Contrer les troubles de l’alimentation

« Il faut manger pour vivre et non vivre pour manger » affirme l’Avare de Molière, pour stigmatiser les dépenses incompressibles de la vie quotidienne. Bien qu’une sordide parcimonie guide en fait Harpagon, sa formule paraît nourrie des meilleurs sentiments : en reléguant la nutrition à une simple nécessité vitale, loin d’une finalité de l’existence, elle s’apparente aux plus nobles aspirations. En termes militaires, ce chiasme évoque toute la différence entre les mesquineries d’une intendance besogneuse et l’élan radieux du stratège !

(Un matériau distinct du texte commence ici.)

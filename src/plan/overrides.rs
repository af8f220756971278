//! What-if overrides from the command line: `--set KEY.PATH=VALUE` replaces (or adds) one value
//! of the plan before it is validated, so an override gets exactly the checks a value written
//! in the file gets.
//!
//! The key path is the one error messages use: keys joined by `.`, list items by `[index]`, and
//! a stage (or any list item with a `name`) also by `[name]`: `stages[1].emitter_resistance`,
//! `stages[degenerated].load_resistance`, `drive.frequencies`, `sizing.emitter_resistance.to`.
//! The value is read as YAML (`330`, `2.2k`, `[1 MHz, 10 MHz]`, `{from: 0, to: 3k}`); an empty
//! value removes an optional key.
//!
//! Nodes that come from an override carry a line number of [`SET_LINE_BASE`] plus the
//! override's index, so a later error about them is located at the `--set` argument rather
//! than at a line of the file.

use super::tree::{parse_tree, Node, NodeValue};
use crate::error::PlanError;

/// Line numbers from here up belong to `--set` arguments (override `k` is `SET_LINE_BASE + k`).
pub const SET_LINE_BASE: u64 = 1 << 40;

/// What an override path and value look like, for messages.
pub const OVERRIDE_FORM: &str = "KEY.PATH=VALUE with the plan's key path, e.g. \
     stages[1].emitter_resistance=330, stages[degenerated].load_resistance=4.7k or \
     drive.frequencies=[1MHz]";

/// One step of a key path.
#[derive(Debug, Clone, PartialEq)]
enum Step {
    /// A key of a mapping.
    Key(String),
    /// An item of a list, by position.
    Index(usize),
    /// An item of a list, by its `name`.
    Named(String),
}

/// One `--set` argument, parsed.
#[derive(Debug, Clone)]
pub struct Override {
    /// The argument as typed.
    pub argument: String,
    steps: Vec<Step>,
    value: Node,
}

/// The location text of override `index` (`--set stages[1].x=3`), or `None` for a line of the
/// file.
pub fn override_location(line: u64, overrides: &[Override]) -> Option<String> {
    let index = line.checked_sub(SET_LINE_BASE)?;
    overrides
        .get(index as usize)
        .map(|o| format!("--set `{}`", o.argument))
}

/// An error about the override itself, located at the argument.
fn error(
    argument: &str,
    key_path: &str,
    problem: impl Into<String>,
    accepted: impl Into<String>,
) -> PlanError {
    let mut err = PlanError::at(0, 0, key_path, problem, accepted);
    err.file = format!("--set `{argument}`");
    err
}

/// Key path text of the first `count` steps.
fn path_text(steps: &[Step]) -> String {
    let mut text = String::new();
    for step in steps {
        match step {
            Step::Key(key) => {
                if !text.is_empty() {
                    text.push('.');
                }
                text.push_str(key);
            }
            Step::Index(i) => text.push_str(&format!("[{i}]")),
            Step::Named(name) => text.push_str(&format!("[{name}]")),
        }
    }
    text
}

/// Parses `KEY.PATH=VALUE`; `index` is the override's position among the `--set` arguments.
pub fn parse_override(argument: &str, index: usize) -> Result<Override, PlanError> {
    let Some((path, value_text)) = argument.split_once('=') else {
        return Err(error(
            argument,
            "",
            "an override needs `=` between the key path and the value",
            OVERRIDE_FORM,
        ));
    };
    let steps =
        parse_path(path).map_err(|problem| error(argument, path.trim(), problem, OVERRIDE_FORM))?;
    let mut value = if value_text.trim().is_empty() {
        Node {
            value: NodeValue::Null,
            line: 0,
            column: 0,
        }
    } else {
        parse_tree(value_text).map_err(|(message, _, _)| {
            error(
                argument,
                &path_text(&steps),
                format!("the value cannot be read as YAML: {message}"),
                "a value as it would be written in the plan, e.g. 330, \"2.2k\", [1 MHz, 10 MHz]",
            )
        })?
    };
    let line = SET_LINE_BASE + index as u64;
    let offset = path.chars().count() as u64 + 1;
    relocate(&mut value, line, offset);
    Ok(Override {
        argument: argument.to_owned(),
        steps,
        value,
    })
}

/// Moves a parsed value's positions onto the override's line, columns counted in the argument.
fn relocate(node: &mut Node, line: u64, offset: u64) {
    node.line = line;
    node.column = node.column.max(1) + offset;
    match &mut node.value {
        NodeValue::Seq(items) => items.iter_mut().for_each(|n| relocate(n, line, offset)),
        NodeValue::Map(entries) => entries.iter_mut().for_each(|(k, v)| {
            relocate(k, line, offset);
            relocate(v, line, offset);
        }),
        _ => {}
    }
}

fn parse_path(path: &str) -> Result<Vec<Step>, String> {
    let path = path.trim();
    if path.is_empty() {
        return Err("the key path is empty".into());
    }
    let mut steps = Vec::new();
    for part in path.split('.') {
        let (key, mut rest) = match part.find('[') {
            Some(at) => (&part[..at], &part[at..]),
            None => (part, ""),
        };
        if key.is_empty() && (steps.is_empty() || rest.is_empty()) {
            return Err(format!("`{path}` has an empty key"));
        }
        if !key.is_empty() {
            if !key.chars().all(|c| c.is_ascii_alphanumeric() || c == '_') {
                return Err(format!(
                    "`{key}` is not a key name (letters, digits and `_`)"
                ));
            }
            steps.push(Step::Key(key.to_owned()));
        }
        while !rest.is_empty() {
            let Some(close) = rest.find(']') else {
                return Err(format!("`{part}` opens `[` without closing it"));
            };
            let inside = rest[1..close].trim();
            if inside.is_empty() {
                return Err(format!("`{part}` has an empty `[]`"));
            }
            steps.push(match inside.parse::<usize>() {
                Ok(i) => Step::Index(i),
                Err(_) => Step::Named(inside.to_owned()),
            });
            rest = &rest[close + 1..];
            if !rest.is_empty() && !rest.starts_with('[') {
                return Err(format!("`{part}` has text after `]`"));
            }
        }
    }
    Ok(steps)
}

fn item_name(node: &Node) -> Option<&str> {
    let NodeValue::Map(entries) = &node.value else {
        return None;
    };
    entries
        .iter()
        .find_map(|(k, v)| match (&k.value, &v.value) {
            (NodeValue::Text(key), NodeValue::Text(name)) if key == "name" => Some(name.as_str()),
            _ => None,
        })
}

/// Applies one override to the plan's tree: replaces the value at the path, or adds it (and
/// any missing mappings on the way) when the plan does not give it.
pub fn apply(root: &mut Node, o: &Override, index: usize) -> Result<(), PlanError> {
    let line = SET_LINE_BASE + index as u64;
    let mut node = root;
    for (depth, step) in o.steps.iter().enumerate() {
        let here = path_text(&o.steps[..depth]);
        let shown = if here.is_empty() {
            "the plan".to_owned()
        } else {
            format!("`{here}`")
        };
        let last = depth + 1 == o.steps.len();
        let kind = node.value.kind();
        match step {
            Step::Key(key) => {
                if matches!(node.value, NodeValue::Null) {
                    node.value = NodeValue::Map(Vec::new());
                }
                let NodeValue::Map(entries) = &mut node.value else {
                    return Err(error(
                        &o.argument,
                        &path_text(&o.steps[..=depth]),
                        format!("{shown} is {kind}, so it has no key `{key}`"),
                        OVERRIDE_FORM,
                    ));
                };
                let position = entries
                    .iter()
                    .position(|(k, _)| matches!(&k.value, NodeValue::Text(name) if name == key));
                let position = match position {
                    Some(p) => p,
                    None => {
                        let key_node = Node {
                            value: NodeValue::Text(key.clone()),
                            line,
                            column: 1,
                        };
                        let empty = Node {
                            value: NodeValue::Null,
                            line,
                            column: 1,
                        };
                        entries.push((key_node, empty));
                        entries.len() - 1
                    }
                };
                node = &mut entries[position].1;
            }
            Step::Index(i) => {
                let NodeValue::Seq(items) = &mut node.value else {
                    return Err(error(
                        &o.argument,
                        &path_text(&o.steps[..=depth]),
                        format!("{shown} is {kind}, not a list"),
                        OVERRIDE_FORM,
                    ));
                };
                let count = items.len();
                let Some(item) = items.get_mut(*i) else {
                    let range = match count {
                        0 => "the list is empty".to_owned(),
                        1 => format!("{here}[0] only"),
                        n => format!("{here}[0] to {here}[{}]", n - 1),
                    };
                    return Err(error(
                        &o.argument,
                        &path_text(&o.steps[..=depth]),
                        format!("{shown} has {count} item(s), so there is no item {i}"),
                        range,
                    ));
                };
                node = item;
            }
            Step::Named(name) => {
                let NodeValue::Seq(items) = &mut node.value else {
                    return Err(error(
                        &o.argument,
                        &path_text(&o.steps[..=depth]),
                        format!("{shown} is {kind}, not a list"),
                        OVERRIDE_FORM,
                    ));
                };
                let names: Vec<String> = items
                    .iter()
                    .filter_map(|n| item_name(n).map(str::to_owned))
                    .collect();
                let Some(item) = items.iter_mut().find(|n| item_name(n) == Some(name)) else {
                    return Err(error(
                        &o.argument,
                        &path_text(&o.steps[..=depth]),
                        format!("{shown} has no item named `{name}`"),
                        if names.is_empty() {
                            "an index, e.g. [0]".to_owned()
                        } else {
                            format!("one of: {}", names.join(", "))
                        },
                    ));
                };
                node = item;
            }
        }
        if last {
            *node = o.value.clone();
            if node.line == 0 {
                node.line = line;
                node.column = 1;
            }
        }
    }
    Ok(())
}

#[cfg(test)]
mod tests {
    use super::*;

    fn tree(text: &str) -> Node {
        parse_tree(text).unwrap()
    }

    fn get<'a>(node: &'a Node, key: &str) -> &'a Node {
        let NodeValue::Map(entries) = &node.value else {
            panic!("not a map")
        };
        &entries
            .iter()
            .find(|(k, _)| matches!(&k.value, NodeValue::Text(n) if n == key))
            .unwrap()
            .1
    }

    #[test]
    fn a_path_reads_keys_indices_and_names() {
        assert_eq!(
            parse_path("stages[1].emitter_resistance").unwrap(),
            vec![
                Step::Key("stages".into()),
                Step::Index(1),
                Step::Key("emitter_resistance".into())
            ]
        );
        assert_eq!(
            parse_path("stages[bare-pair].load_resistance").unwrap()[1],
            Step::Named("bare-pair".into())
        );
        assert!(parse_path("stages[1.x").is_err());
        assert!(parse_path("a..b").is_err());
        assert!(parse_path("").is_err());
    }

    #[test]
    fn an_override_replaces_a_value_and_adds_missing_keys() {
        let mut root = tree("name: p\nstages:\n  - {name: a, tail_current: 1 mA}\n  - {name: b, tail_current: 2 mA}\ndrive: {amplitudes: [1 mV]}\n");
        let o = parse_override("stages[b].tail_current=3 mA", 0).unwrap();
        apply(&mut root, &o, 0).unwrap();
        let NodeValue::Seq(stages) = &get(&root, "stages").value else {
            panic!()
        };
        let value = get(&stages[1], "tail_current");
        assert!(matches!(&value.value, NodeValue::Text(t) if t == "3 mA"));
        assert_eq!(value.line, SET_LINE_BASE);
        let o = parse_override("monte_carlo.runs=10", 1).unwrap();
        apply(&mut root, &o, 1).unwrap();
        let runs = get(get(&root, "monte_carlo"), "runs");
        assert!(matches!(runs.value, NodeValue::Integer(10)));
        assert_eq!(runs.line, SET_LINE_BASE + 1);
        let o = parse_override("drive.frequencies=[1MHz, 2MHz]", 2).unwrap();
        apply(&mut root, &o, 2).unwrap();
        assert!(
            matches!(&get(get(&root, "drive"), "frequencies").value, NodeValue::Seq(v) if v.len() == 2)
        );
    }

    #[test]
    fn an_index_beyond_the_list_names_the_items_there_are() {
        let mut root = tree("stages:\n  - {name: a}\n  - {name: b}\n");
        let o = parse_override("stages[5].tail_current=1mA", 0).unwrap();
        let err = apply(&mut root, &o, 0).unwrap_err();
        assert_eq!(err.key_path, "stages[5]");
        assert_eq!(err.file, "--set `stages[5].tail_current=1mA`");
        assert!(err.accepted.contains("stages[0] to stages[1]"), "{err}");
        let o = parse_override("stages[c].tail_current=1mA", 0).unwrap();
        let err = apply(&mut root, &o, 0).unwrap_err();
        assert!(err.accepted.contains("a, b"), "{err}");
        assert!(parse_override("stages[0].tail_current", 0).is_err());
    }
}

Comme le soupçonne Harpagon, les troubles du comportement alimentaire (TCA) sont fréquents. Et porteurs de complications, y compris une augmentation du risque de suicide. Pour contrer ces problèmes, l’accent est mis sur les psychothérapies, en particulier les techniques cognitivo-comportementalistes (TCC), indiquées surtout dans la boulimie (où leur efficacité est « clairement démontrée » et permet d’amender la symptomatologie), mais moins dans l’anorexie (où l’apport des TCC semble en revanche plus modeste). Or dans la plupart des études, la majorité des patients n’est pas délivrée de tout symptôme en fin de traitement, ce qui laisse penser que la conduite à tenir face aux TCA pourrait être sensiblement améliorée. Autre limitation des essais cliniques : ils incluent souvent des patients aux TCA « flous » (not otherwise specified, sans autre précision), pour lesquels aucune approche thérapeutique ne paraît encore décisive.

Malgré la variété clinique des TCA (anorexie, boulimie, alternance des deux, B.E.D [1]…), certains auteurs proposent une refonte globale de leur cadre nosographique pour établir un diagnostic unitaire des troubles du contrôle alimentaire, transcendant cette diversité apparente. Argument : on peut glisser souvent d’un pôle anorexique à un pôle boulimique, de la même façon qu’on peut passer d’un pôle dépressif à un pôle maniaque dans la maladie bipolaire. Les TCA pourraient donc relever d’une étiquette commune (single diagnostic entity), analogue à un « curseur » virtuel repérant le TCA dominant. Dans ce champ thérapeutique ouvert, comme le suggère une étude de Fairburn & coll.[2], la marge reste importante pour augmenter l’efficacité des traitements, et affiner en particulier les indications des TCC.

[1] Binge eating disorders (phases impulsives de boulimie aiguë)
[2] Fairburn CG et coll. : Transdiagnostic cognitive-behavioral therapy for patients with eating disorders : a two-site trial with 60-week follow-up. Am J Psychiatry 2009 ; 166-3 : 311–319.                   

Dr Alain Cohen

Référence
Crow S et Peterson CB : Refining treatments for eating disorders. Am J Psychiatry 2009 . 166-3 : 266-267.